Nous constatons d'ailleurs qu'un des agents proposés à l'intégration, détaché sur un poste « SFACT » a déjà changé de service pour être intégré sur un poste de visa de la dépense.

Dans ces conditions, il ne sera donc pas possible aux élus de Solidaires Finances Publiques de voter pour ces intégrations.

Au cours de la consultation, les élus de Solidaires finances publiques ont demandé a ajouter à l’ordre du jour de cette CAP, l'examen du dossier de monsieur X (le nom du collègue a été retiré de la version accessible sur internet).
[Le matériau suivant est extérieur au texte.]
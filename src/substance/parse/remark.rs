//! What remarks beside a value say: how it was obtained and under which conditions.
//!
//! A text that says nothing known is kept as the method. Calculated beats measured, because an estimate is never shown
//! as measured.

mod reliability;
mod words;

use std::sync::LazyLock;

use regex::Regex;

use super::pattern::fixed;
use crate::quantity::{Unit, part_scripts, plain_words, tidy};
pub(super) use reliability::in_words as reliability_in_words;

use crate::substance::{Basis, Conditions, DegradationKind, Property};
use words::{
    CALCULATED, DISSIPATION, DOUBT, GUIDELINE, HYDROLYSIS, MEASURED, MEASURED_OR_CALCULATED, NO_DEGRADATION,
    NOT_MEASURED, NOT_OF_DEGRADATION, NOT_ULTIMATE, ORGANISM, PHOTOLYSIS, PLANNED, PRIMARY, ULTIMATE,
    VALUE_NAME,
};

/// Basis and conditions as far as a text names them.
#[derive(Debug, Clone, PartialEq, Default)]
pub(crate) struct Said {
    /// How the value was obtained.
    pub(crate) basis: Option<Basis>,
    /// Under which conditions.
    pub(crate) conditions: Conditions,
    /// The half-life meant, where the words name another than that of degradation.
    pub(crate) other_half_life: Option<Property>,
    /// Whether a remark says that nothing was degraded, or how much.
    pub(crate) degraded: Degraded,
}

/// What remarks say of how much was degraded.
#[derive(Debug, Clone, Copy, PartialEq, Eq, Default)]
pub(crate) enum Degraded {
    /// Nothing.
    #[default]
    NotSaid,
    /// That there was no degradation, or its percentage: a number of days beside it is the length of the test.
    Said,
}

// These look at the text as written.
static TEMPERATURE: LazyLock<Regex> = LazyLock::new(|| {
    fixed(concat!(
        r"(?:^|[^\d.,\-])(-?\d{1,4}(?:[.,]\d+)?)\s*(?:(°\s*C|deg\.?\s*C|(?:Grad|degr[ée]s?|degrees?|grados?|gradi|graden)\s*C|C|",
        r"°\s*F|K)(?:\W|$)|((?:摄氏|攝氏)?度))"
    ))
});
static PH: LazyLock<Regex> = LazyLock::new(|| {
    fixed(
        r"\bpH[\s=:]*(?:(?:value|of|von|de|di|van|値|值)\s*)?(\d{1,2}(?:[.,]\d+)?)(\s*(?:-|to|bis|à|a|tot|~)\s*\d)?",
    )
});
static LIPID: LazyLock<Regex> = LazyLock::new(|| {
    fixed(concat!(
        r"(\d{1,2}(?:[.,]\d+)?)\s*%\s*(?:(?:de|di|en|of)\s+)?(?:l[ií]pid|fett|vet\b|graisse|gras|脂)|",
        r"(?:l[ií]pid|fett|vetgehalte|脂[質质肪])\w*(?:\s+(?:content|gehalt|含量))?[\s=:]*(\d{1,2}(?:[.,]\d+)?)\s*%"
    ))
});
static YEAR: LazyLock<Regex> =
    LazyLock::new(|| fixed(r"(?:^|[\s,(])((?:19[3-9]|20[0-4])\d)(?:\s*年)?[.):]?$"));
/// Standards have numbers that look like years.
static NUMBER_OF_A_STANDARD: LazyLock<Regex> =
    LazyLock::new(|| fixed(r"\b(?:iso|din|en|astm|jis|no|nr|report|page|p)\.?\s*[a-z]?\s*\d{4}\)?$"));

impl Said {
    /// What the remarks of a cell say.
    pub(crate) fn in_remarks(remarks: &[String]) -> Self {
        let mut said = Self::default();
        for part in remarks.iter().flat_map(|remark| parts(remark)) {
            said.read_part(part);
        }
        said
    }

    /// What a header says beside the name of its field: words that are no guideline are no method.
    pub(crate) fn in_header(header: &str) -> Self {
        let mut said = Self::default();
        let plain = folded(header);
        said.read_part(header);
        if !GUIDELINE.is_match(&plain) {
            said.conditions.method = None;
        }
        // A year in a header is that of a tonnage or a revision.
        said.conditions.year = None;
        said.conditions.organism = ORGANISM.find(&plain).map(|found| found.as_str().to_owned());
        said
    }

    fn read_part(&mut self, part: &str) {
        let part = self.without_year(part);
        let plain = folded(part);
        if plain.is_empty() || VALUE_NAME.is_match(&plain) {
            return;
        }
        let against = NOT_OF_DEGRADATION.replace_all(&plain, " ");
        if NO_DEGRADATION.is_match(&against) || says_percentage(part, &plain) {
            self.degraded = Degraded::Said;
        }
        let is_guideline = GUIDELINE.is_match(&plain);
        self.other_half_life = self.other_half_life.or_else(|| other_half_life(&against));
        let basis = basis_said(part, &plain);
        self.basis = weaker(self.basis, basis);
        // `measured?` is kept as written.
        let is_certain = matches!(basis, Some(Basis::Measured | Basis::Calculated));
        let understood = self.read_conditions(part, &plain) || (is_certain && plain.split(' ').count() == 1);
        if is_guideline || !understood {
            let method = self.conditions.method.get_or_insert_default();
            if !method.is_empty() {
                method.push_str("; ");
            }
            method.push_str(part);
        }
    }

    /// Takes the year at the end of a part: `Smith et al. 1998`, `1998`.
    fn without_year<'part>(&mut self, part: &'part str) -> &'part str {
        let Some(found) = YEAR.captures(part).and_then(|found| found.get(1)) else {
            return part;
        };
        if NUMBER_OF_A_STANDARD.is_match(part) {
            return part;
        }
        self.conditions.year = self.conditions.year.or(found.as_str().parse().ok());
        part.get(..found.start()).unwrap_or_default().trim_end_matches([' ', ',', '(', ':'])
    }

    /// Whether the part speaks of a condition.
    fn read_conditions(&mut self, part: &str, plain: &str) -> bool {
        let conditions = &mut self.conditions;
        let temperature = temperature_in(part);
        let ph = PH
            .captures(part)
            .filter(|found| found.get(2).is_none())
            .and_then(|found| decimal(found.get(1)?.as_str()));
        let lipid =
            LIPID.captures(part).and_then(|found| decimal(found.get(1).or_else(|| found.get(2))?.as_str()));
        let reliability = reliability::reliability_in(part, plain);
        // `mineralisation 12 %` is how far it went, not what the half-life is of.
        let ultimate = ULTIMATE.is_match(plain) && !NOT_ULTIMATE.is_match(plain) && !part.contains('%');
        let degradation = match (ultimate, PRIMARY.is_match(plain)) {
            (true, false) => DegradationKind::Ultimate,
            (false, true) => DegradationKind::Primary,
            (false, false) | (true, true) => DegradationKind::NotStated,
        };
        let organism = ORGANISM.is_match(plain);
        conditions.temperature = conditions.temperature.or(temperature);
        conditions.ph = conditions.ph.or(ph);
        conditions.lipid = conditions.lipid.or(lipid);
        conditions.reliability = conditions.reliability.or(reliability);
        if conditions.degradation == DegradationKind::NotStated {
            conditions.degradation = degradation;
        }
        if organism && conditions.organism.is_none() {
            conditions.organism = Some(part.to_owned());
        }
        temperature.is_some()
            || ph.is_some()
            || lipid.is_some()
            || reliability.is_some()
            || degradation != DegradationKind::NotStated
            || organism
    }
}

/// A text folded as the patterns of [`words`] need it.
pub(super) fn folded(text: &str) -> String {
    plain_words(&part_scripts(tidy(text)))
}

/// `5 %`, `5 % degradation`: how much was degraded in the time beside it. With a time of its own, or of another measure
/// such as carbon dioxide, it says nothing of that time.
fn says_percentage(part: &str, plain: &str) -> bool {
    static BARE: LazyLock<Regex> = LazyLock::new(|| fixed(r"^[<>≤≥~=]*\s*(?:ca\.?\s*)?\d+(?:[.,]\d+)?\s*%$"));
    static AMOUNT: LazyLock<Regex> = LazyLock::new(|| {
        fixed(r"degrad|abbau|abgebaut|afbraak|afgebroken|elimin|removal|remaining|分解|降解")
    });
    static OWN_TIME: LazyLock<Regex> = LazyLock::new(|| {
        fixed(
            r"\d ?(?:(?:d|h|days?|tage?n?|jours?|dias?|giorni|dagen|hours?|weeks?|wk|wochen?)\b|日|天|週|周)",
        )
    });
    part.contains('%')
        && (BARE.is_match(part.trim()) || (AMOUNT.is_match(plain) && !OWN_TIME.is_match(plain)))
}

fn other_half_life(plain: &str) -> Option<Property> {
    if HYDROLYSIS.is_match(plain) {
        Some(Property::HydrolysisHalfLife)
    } else if PHOTOLYSIS.is_match(plain) {
        Some(Property::PhotolysisHalfLife)
    } else {
        DISSIPATION.is_match(plain).then_some(Property::DissipationHalfLife)
    }
}

/// The basis that claims less: of a doubt and a word for measuring in the same remark, the doubt counts.
pub(super) fn weaker(one: Option<Basis>, other: Option<Basis>) -> Option<Basis> {
    let claims = |basis: Basis| match basis {
        Basis::Calculated | Basis::Estimated => 0,
        Basis::Unstated => 1,
        Basis::Measured => 2,
    };
    one.into_iter().chain(other).min_by_key(|basis| claims(*basis))
}

/// How a text says that a value was obtained: `measured?` and `measured or calculated` leave that open, whatever values
/// without a word count as.
pub(super) fn basis_said(written: &str, plain: &str) -> Option<Basis> {
    static STROKES: LazyLock<Regex> = LazyLock::new(|| fixed(r"[/|&+,;、・／]"));
    let basis = basis_in(plain)?;
    let is_asked = written.contains(['?', '？']) || DOUBT.is_match(plain);
    let names_both = || {
        let with_words = STROKES.replace_all(written, " or ");
        MEASURED.is_match(plain)
            && CALCULATED.is_match(plain)
            && MEASURED_OR_CALCULATED.is_match(&folded(&with_words))
    };
    match basis {
        Basis::Measured if is_asked || PLANNED.is_match(plain) => Some(Basis::Unstated),
        Basis::Calculated if names_both() => Some(Basis::Unstated),
        Basis::Measured | Basis::Unstated | Basis::Calculated | Basis::Estimated => Some(basis),
    }
}

/// How a text folded by [`folded`] says that a value was obtained.
pub(super) fn basis_in(plain: &str) -> Option<Basis> {
    if CALCULATED.is_match(plain) {
        return Some(Basis::Calculated);
    }
    let named = GUIDELINE.is_match(plain) || MEASURED.is_match(plain);
    let measured = named && !NOT_MEASURED.is_match(plain);
    measured.then_some(Basis::Measured)
}

/// Fills in the conditions that are not there yet.
pub(super) fn fill_conditions(conditions: &mut Conditions, others: &Conditions) {
    conditions.temperature = conditions.temperature.or(others.temperature);
    conditions.ph = conditions.ph.or(others.ph);
    conditions.lipid = conditions.lipid.or(others.lipid);
    conditions.reliability = conditions.reliability.or(others.reliability);
    conditions.year = conditions.year.or(others.year);
    if conditions.degradation == DegradationKind::NotStated {
        conditions.degradation = others.degradation;
    }
    if conditions.method.is_none() {
        conditions.method.clone_from(&others.method);
    }
    if conditions.organism.is_none() {
        conditions.organism.clone_from(&others.organism);
    }
}

/// The parts between semicolons and commas that stand in no number.
fn parts(remark: &str) -> Vec<&str> {
    let bytes = remark.as_bytes();
    let mut parts = Vec::new();
    let mut start = 0;
    for (position, byte) in bytes.iter().enumerate() {
        let digit = |position: usize| bytes.get(position).is_some_and(u8::is_ascii_digit);
        let in_number = digit(position + 1) && position.checked_sub(1).is_some_and(digit);
        if *byte == b';' || (*byte == b',' && !in_number) {
            parts.push(remark.get(start..position).unwrap_or_default().trim());
            start = position + 1;
        }
    }
    parts.push(remark.get(start..).unwrap_or_default().trim());
    parts.retain(|part| !part.is_empty());
    parts
}

fn temperature_in(part: &str) -> Option<f64> {
    let found = TEMPERATURE.captures(part)?;
    let number = decimal(found.get(1)?.as_str())?;
    let written = found.get(2).map_or("°C", |unit| unit.as_str());
    // `OECD 302 C` is a guideline.
    if written.len() == 1 && number > 100.0 && !written.eq_ignore_ascii_case("k") {
        return None;
    }
    let unit = match written.to_lowercase().chars().last() {
        Some('k') => Unit::Kelvin,
        Some('f') => Unit::Fahrenheit,
        _ => Unit::Celsius,
    };
    unit.to_canonical(number, None)
}

fn decimal(text: &str) -> Option<f64> {
    text.replace(',', ".").parse().ok()
}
En effet, Monsieur X, actuellement technicien géomètre affecté sur le département des Yvelines, est détenteur d'une qualification de programmeur depuis juin 2016.
Sa situation avait été défendue en CAP nationale de mutation en 2016, demande non satisfaite à l'époque faute de demande officielle d'intégration dans le corps des contrôleurs. A cette époque, les RH ne l'avaient pas informé de la nécessité de formuler une demande d'intégration dans le corps de contrôleurs préalablement à la demande d'affectation sur un poste correspondant à sa qualification.

Cette demande d'intégration est à ce jour déposée et pour autant non présentée pour cette CAP.

Pour Solidaires Finances Publiques, nous estimons que cet agent devrait pouvoir être dès à présent intégré dans le corps des contrôleurs et pouvoir bénéficier immédiatement d'une affectation sur le poste sollicité, dès lors que celui-ci (DISI Paris Normandie / RAN Versailles / PROG), est resté vacant à l'issue du mouvement et n'a pas été refusé à un agent, tel que prévu par le relevé de conclusions du GT de juillet 2013.

Il est anormal que depuis septembre 2016, cet agent soit privé de la possibilité d'exercer sa qualification et de bénéficier de la rémunération afférente.

Par ailleurs, l'intégration immédiate de cet agent dans le corps des contrôleurs, permettrait de libérer un poste de technicien géomètre pour le mouvement dont la CAP se tiendra au mois de mars.

Nous vous demandons de prendre en compte ces éléments et de soumettre à la CAP l'intégration de Monsieur X.